What is expected =
Copy exactly. Begin with the line that contains "struct packet_sizes *sizes" and stop after the last line of the records.

Task inputs =
>>

/* SPDX-License-Identifier: GPL-3.0-or-later */
#include "report/packet_sizes.h"

#include <inttypes.h>
#include <stdlib.h>
#include <string.h>

#include "ceiling/ceiling.h"
#include "error.h"

/* RFC 2544 section 9.1; tags come on top (RFC 5180 section 5.1.1). */
static const uint64_t classic_bytes[] = { 64, 128, 256, 512, 1024, 1280,
	1518 };
#define CLASSIC (sizeof(classic_bytes) / sizeof(classic_bytes[0]))
/* What is usual, no standard: packets of 9000 octets. */
#define JUMBO_PACKET_BYTES 9000
#define JUMBO_FRAME_BYTES 9018

struct work {
	const struct circuit *circuit;
	struct circuit *shorter;	/* a copy whose MTU is changed */
	enum direction direction;
	struct packet_sizes_direction *out;
};

/* Payload under a load with packets of that size alone. */
static uint64_t
payload_of(const struct work *work, struct load load, uint64_t packet_bytes)
{
	struct ceiling ceiling;
	struct error no_room;
	size_t i;

	load.direction = work->direction;
	for (i = 0; i < work->shorter->segments_count; i++)
		work->shorter->segments[i].mtu_bytes = packet_bytes;
	if (ceiling_of_load(work->shorter, &load, &ceiling, &no_room) == -1 ||
	    ceiling.packet_bytes != packet_bytes)
		return FIELD_UNSET;
	return ceiling.rate_bps[LEVEL_PAYLOAD];
}

static int
add_packet(const struct work *work, uint64_t packet_bytes, struct error *err)
{
	struct packet_sizes_direction *out = work->out;
	struct packet_size *size = &out->sizes[out->count];

	for (size_t i = 0; i < out->count; i++)
		if (out->sizes[i].rate.packet_bytes == packet_bytes)
			return 0;
	if (packet_rate_compute(work->circuit, work->direction, packet_bytes,
	    &size->rate, err) == -1)
		return -1;
	size->bytes = out->frames ? fraction_floor(size->rate.frame_bytes) :
	    packet_bytes;
	size->declared_bps = payload_of(work, (struct load){
	    .declared = true }, packet_bytes);
	size->udp_bps = payload_of(work, (struct load){
	    .protocol = PROTOCOL_UDP }, packet_bytes);
	out->contract_ignored = out->contract_ignored ||
	    size->rate.contract_ignored;
	out->count++;
	return 0;
}

static void
leave_out(const struct work *work, uint64_t bytes, uint64_t least_bytes)
{
	struct packet_sizes_direction *out = work->out;
	struct packet_size_left *left = &out->left[out->left_count++];
	uint64_t largest_bytes = circuit_mtu(work->circuit);

	left->bytes = bytes;
	if (out->count > 0)
		largest_bytes = out->sizes[0].bytes;
	if (bytes > largest_bytes)
		(void)snprintf(left->why, sizeof(left->why), "above the MTU "
		    "of %" PRIu64 " B", circuit_mtu(work->circuit));
	else if (bytes < least_bytes)
		(void)snprintf(left->why, sizeof(left->why), "below the least "
		    "of these layers, %" PRIu64 " B", least_bytes);
	else
		(void)snprintf(left->why, sizeof(left->why), "no packet makes "
		    "it with these layers");
}

/* Octets of the lowest IP layer's header: the least packet. */
static uint64_t
header_bytes(const struct circuit *circuit)
{
	const struct layer_stack *stack = &circuit->segments[0].layers;

	return stack->use[layers_lowest_packet(stack)].cost.head_bytes;
}

static int
add_size(const struct work *work, uint64_t bytes, struct error *err)
{
	uint64_t packet_bytes = bytes, least = header_bytes(work->circuit);
	struct packet_rate rate;

	if (work->out->frames)
		packet_bytes = packet_of_frame(work->circuit, work->direction,
		    bytes);
	if (packet_bytes >= least &&
	    packet_bytes <= circuit_mtu(work->circuit))
		return add_packet(work, packet_bytes, err);
	if (work->out->frames) {
		if (packet_rate_compute(work->circuit, work->direction, least,
		    &rate, err) == -1)
			return -1;
		least = fraction_floor(rate.frame_bytes);
	}
	leave_out(work, bytes, least);
	return 0;
}

static int
compare_sizes(const void *left, const void *right)
{
	const struct packet_size *l = left, *r = right;

	return l->rate.packet_bytes < r->rate.packet_bytes ? -1 :
	    l->rate.packet_bytes > r->rate.packet_bytes;
}

/* What the layers above IP make of the MTU: padding may leave some of it. */
static uint64_t
largest_packet(const struct work *work)
{
	const struct load load = { .direction = work->direction,
		.declared = true };
	struct ceiling ceiling;
	struct error no_room;

	if (ceiling_of_load(work->circuit, &load, &ceiling, &no_room) == -1)
		return circuit_mtu(work->circuit);
	return ceiling.packet_bytes;
}

/* The largest packet first, since it says what is above the MTU. */
static int
make_direction(const struct work *work, struct error *err)
{
	const struct circuit *circuit = work->circuit;
	struct packet_sizes_direction *out = work->out;
	uint64_t mtu_bytes = circuit_mtu(circuit), tags_bytes = 0;
	size_t i;

	out->frames = packet_has_frames(circuit, work->direction);
	if (out->frames)
		tags_bytes = packet_tags_bytes(circuit, work->direction);
	if (add_packet(work, largest_packet(work), err) == -1)
		return -1;
	for (i = 0; i < CLASSIC; i++)
		if (add_size(work, classic_bytes[i] + tags_bytes, err) == -1)
			return -1;
	if (mtu_bytes >= JUMBO_PACKET_BYTES && add_size(work, out->frames ?
	    JUMBO_FRAME_BYTES + tags_bytes : JUMBO_PACKET_BYTES, err) == -1)
		return -1;
	qsort(out->sizes, out->count, sizeof(out->sizes[0]), compare_sizes);
	return 0;
}

int
packet_sizes_make(const struct circuit *circuit, struct packet_sizes **out,
    struct error *err)
{
	struct packet_sizes *sizes = calloc(1, sizeof(*sizes));
	struct circuit *shorter = malloc(sizeof(*shorter));
	struct work work = { .circuit = circuit, .shorter = shorter };
	int rc = -1;

	if (sizes == NULL || shorter == NULL) {
		(void)error_errno(err, ERROR_INTERNAL, "packet sizes");
		goto out;
	}
	*shorter = *circuit;
	(void)snprintf(sizes->circuit, sizeof(sizes->circuit), "%s",
	    circuit->name);
	(void)layers_top_text(&circuit->segments[0].layers, sizes->top,
	    sizeof(sizes->top));
	sizes->reference = circuit_is_reference(circuit);
	rc = 0;
	for (work.direction = 0; work.direction < DIRECTIONS_SINGLE &&
	    !sizes->reference && rc == 0; work.direction++) {
		work.out = &sizes->directions[work.direction];
		rc = make_direction(&work, err);
	}
	if (rc == 0) {
		*out = sizes;
		sizes = NULL;
	}
out:
	free(shorter);
	free(sizes);
	return rc;
}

<<

Response below =
	struct packet_sizes *sizes = calloc(1, sizeof(*sizes));
	struct circuit *shorter = malloc(sizeof(*shorter));
	struct work work = { .circuit = circuit, .shorter = shorter };
	int rc = -1;

	if (sizes == NULL || shorter == NULL) {
		(void)error_errno(err, ERROR_INTERNAL, "packet sizes");
		goto out;
	}
	*shorter = *circuit;
	(void)snprintf(sizes->circuit, sizeof(sizes->circuit), "%s",
	    circuit->name);
	(void)layers_top_text(&circuit->segments[0].layers, sizes->top,
	    sizeof(sizes->top));
	sizes->reference = circuit_is_reference(circuit);
	rc = 0;
	for (work.direction = 0; work.direction < DIRECTIONS_SINGLE &&
	    !sizes->reference && rc == 0; work.direction++) {
		work.out = &sizes->directions[work.direction];
		rc = make_direction(&work, err);
	}
	if (rc == 0) {
		*out = sizes;
		sizes = NULL;
	}
out:
	free(shorter);
	free(sizes);
	return rc;
}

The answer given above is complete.